Projects (1999 - Spring 2008)

Engineering >> Computer Science & Engineering

by Brett Waugh

Submitted : Fall 2015

After collecting data about vulnerability ratings, the data was reworked into a desired format of [0,1] and in an ascending order of security. The adjusted data was used to create points on a plane then used in Least-Squares Regression. This left a large polynomial of three unknown variables. Taking the partial derivative with respect to each variable created three new equations to form a system of three equations and three unknown variables, which were placed back into an equation for a plane to give a model plane of the three data groups. With this new model equation the Pearson’s Correlation Coefficient was used with the known data and the data taken from the model. Once the Pearson’s Correlation Coefficient was known, squaring this term gave the coefficient of determination.

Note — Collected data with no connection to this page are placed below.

package org.flexbound.app;

import java.nio.file.Files;
import java.nio.file.Path;
import java.util.ArrayList;
import java.util.List;
import java.util.Optional;
import org.flexbound.document.Json;
import org.flexbound.document.JsonFile;
import org.flexbound.document.ReadProgress;
import org.flexbound.finding.Finding;
import org.flexbound.finding.Findings;
import org.flexbound.finding.Outcome;
import org.flexbound.finding.Refusal;
import org.flexbound.finding.Where;
import org.flexbound.flexibility.MeasuredModes;
import org.flexbound.flexibility.OutsideTableReader;
import org.flexbound.frame.FrameChanges;
import org.flexbound.frame.FrameModel;
import org.flexbound.frame.FrameReader;
import org.flexbound.solve.FrameFlexibility;
import org.flexbound.study.Configuration;
import org.flexbound.study.Study;
import org.flexbound.study.StudyFinding;
import org.flexbound.study.StudyReader;
import org.flexbound.testlog.InputFile;
import org.flexbound.testlog.LogFile;
import org.flexbound.testlog.TestLog;
import org.flexbound.testlog.WorkbookLog;

/**
 * A study with all files that it names, read together: the problems of all of them come in one
 * answer.
 *
 * @param study the study
 * @param model its frame model
 * @param tested one for each configuration
 * @param modes the table of measured modes, where the study names one
 * @param inputs the files that were read
 * @param findings what was noticed, no errors
 */
record StudyFiles(
    Study study,
    FrameModel model,
    List<Tested> tested,
    Optional<MeasuredModes> modes,
    List<InputFile> inputs,
    List<Finding> findings) {

  /**
   * A configuration with its log.
   *
   * @param configuration its name
   * @param file the log's file, as the study names it
   * @param log the log
   * @param model the model with the configuration's changes
   * @param changes those changes, as text
   */
  record Tested(
      String configuration, String file, TestLog log, FrameModel model, List<String> changes) {}

  /**
   * Reads a study.
   *
   * @param file the study's file
   * @param progress is told how far the reading of a long log has come
   * @return the study with its files
   * @throws Refusal with the problems of all files, where there are any
   */
  static StudyFiles read(Path file, ReadProgress progress) {
    Findings findings = new Findings();
    String name = String.valueOf(file.getFileName());
    Outcome<Study> read = JsonFile.read(file, name).then(StudyReader::read);
    findings.addAll(read.findings());
    Study study = read.value().orElseThrow(() -> new Refusal(findings.list()));
    refuseUnsupported(study, findings);
    Path folder = Optional.ofNullable(file.toAbsolutePath().getParent()).orElse(Path.of("."));
    List<InputFile> inputs = new ArrayList<>();
    inputs.add(new InputFile(name, WorkbookLog.sha256(file)));
    Optional<FrameModel> model = model(study, folder, inputs, findings);
    List<Tested> tested = new ArrayList<>();
    for (Configuration configuration : study.configurations()) {
      tested(configuration, model, folder, progress, inputs, findings).ifPresent(tested::add);
    }
    Optional<MeasuredModes> modes = modes(study, tested, folder, inputs, findings);
    findings.refuseIfErrors();
    return new StudyFiles(
        study,
        model.orElseThrow(() -> new Refusal(findings.list())),
        tested,
        modes,
        inputs,
        findings.list());
  }

  private static Optional<MeasuredModes> modes(
      Study study,
      List<Tested> tested,
      Path folder,
      List<InputFile> inputs,
      Findings findings) {
    if (study.measuredModes().isEmpty()) {
      return Optional.empty();
    }
    String name = study.measuredModes().get().file();
    Path file = folder.resolve(name);
    List<String> gauges =
        tested.stream()
            .flatMap(t -> t.log().gauges().stream())
            .map(gauge -> gauge.name())
            .distinct()
            .toList();
    List<String> loads =
        tested.stream()
            .flatMap(t -> t.log().loads().stream())
            .map(load -> load.name())
            .distinct()
            .toList();
    Outcome<MeasuredModes> read = OutsideTableReader.readModes(file, name, gauges, loads);
    findings.addAll(read.findings());
    if (Files.isReadable(file)) {
      inputs.add(new InputFile(name, WorkbookLog.sha256(file)));
    }
    return read.value();
  }

  private static void refuseUnsupported(Study study, Findings findings) {
    study.reduction().ifPresent(json -> later(json, "reduction", findings));
    study.limits().ifPresent(json -> later(json, "limits", findings));
    if (study.model().isEmpty()) {
      findings.add(
          StudyFinding.NOT_SUPPORTED_YET,
          study.where(),
          "a study without the key 'model' is not supported yet");
    }
    study
        .outsideFlexibility()
        .ifPresent(table -> tableLater(table.where(), "outsideFlexibility", findings));
  }

  private static void tableLater(Where where, String key, Findings findings) {
    findings.add(
        StudyFinding.NOT_SUPPORTED_YET, where, "the key '" + key + "' is not supported yet");
  }

  private static void later(Json json, String key, Findings findings) {
    findings.add(
        StudyFinding.NOT_SUPPORTED_YET,
        json.where(),
        "the key '" + key + "' is not supported yet; use the sheet of the log instead");
  }

  private static Optional<FrameModel> model(
      Study study, Path folder, List<InputFile> inputs, Findings findings) {
    if (study.model().isEmpty()) {
      return Optional.empty();
    }
    String name = study.model().get();
    Path file = folder.resolve(name);
    Outcome<FrameModel> read = FrameReader.read(file, name);
    findings.addAll(read.findings());
    if (Files.isReadable(file)) {
      inputs.add(new InputFile(name, WorkbookLog.sha256(file)));
    }
    return read.value();
  }

  private static Optional<Tested> tested(
      Configuration configuration,
      Optional<FrameModel> model,
      Path folder,
      ReadProgress progress,
      List<InputFile> inputs,
      Findings findings) {
    if (configuration.log().isEmpty()) {
      findings.add(
          StudyFinding.NOT_SUPPORTED_YET,
          configuration.where(),
          "a configuration without the key 'log' is not supported yet");
      return Optional.empty();
    }
    String name = configuration.log().get();
    Outcome<TestLog> read = LogFile.read(folder.resolve(name), name, progress);
    findings.addAll(read.findings());
    read.value().ifPresent(log -> inputs.addAll(log.inputs()));
    Optional<FrameModel> changed = model;
    if (model.isPresent() && configuration.changes().isPresent()) {
      Outcome<FrameModel> applied =
          FrameChanges.apply(model.get(), configuration.changes().get());
      findings.addAll(applied.findings());
      changed = applied.value();
    }
    if (read.value().isEmpty() || changed.isEmpty()) {
      return Optional.empty();
    }
    TestLog log = read.value().get();
    // The cross-check of gauges and loads against the model runs on what could be made out.
    if (findings.hasErrors()) {
      findings.addAll(
          FrameFlexibility.prepare(changed.get(), log.gauges(), log.loads(), List.of())
              .findings());
    }
    return Optional.of(
        new Tested(
            configuration.name(),
            name,
            log,
            changed.get(),
            configuration.changes().map(StudyFiles::words).orElse(List.of())));
  }

  /** The changes of a configuration, one text for each group of entries. */
  private static List<String> words(Json changes) {
    List<String> result = new ArrayList<>();
    if (changes instanceof Json.Members kinds) {
      kinds
          .members()
          .forEach(
              (kind, groups) -> {
                if (groups instanceof Json.Members named) {
                  named
                      .members()
                      .forEach((group, entries) -> result.add(kind + " " + group + names(entries)));
                }
              });
    }
    return result;
  }

  private static String names(Json entries) {
    List<String> names = new ArrayList<>();
    if (entries instanceof Json.Members members) {
      names.addAll(members.members().keySet());
    } else if (entries instanceof Json.Items items) {
      items
          .items()
          .forEach(
              item -> {
                if (item instanceof Json.Text text) {
                  names.add(text.text());
                }
              });
    }
    return names.isEmpty() ? "" : ": " + String.join(", ", names);
  }
}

The Pearson’s Correlation Coefficient is r = 0.76146 which is a somewhat strong, positive correlation. The coefficient of determination is r^2=0.579821 which means that roughly 58% of the total variation can be described using the equation f(x,y)= -1.95204 x-0.148936 y+0.673732. Putting this into context, the strong correlation between the data suggests that the data is related and as one rating grades something higher, the others will, as well. The coefficient of determination says that the model can determine variability in the scores about 58% of the time.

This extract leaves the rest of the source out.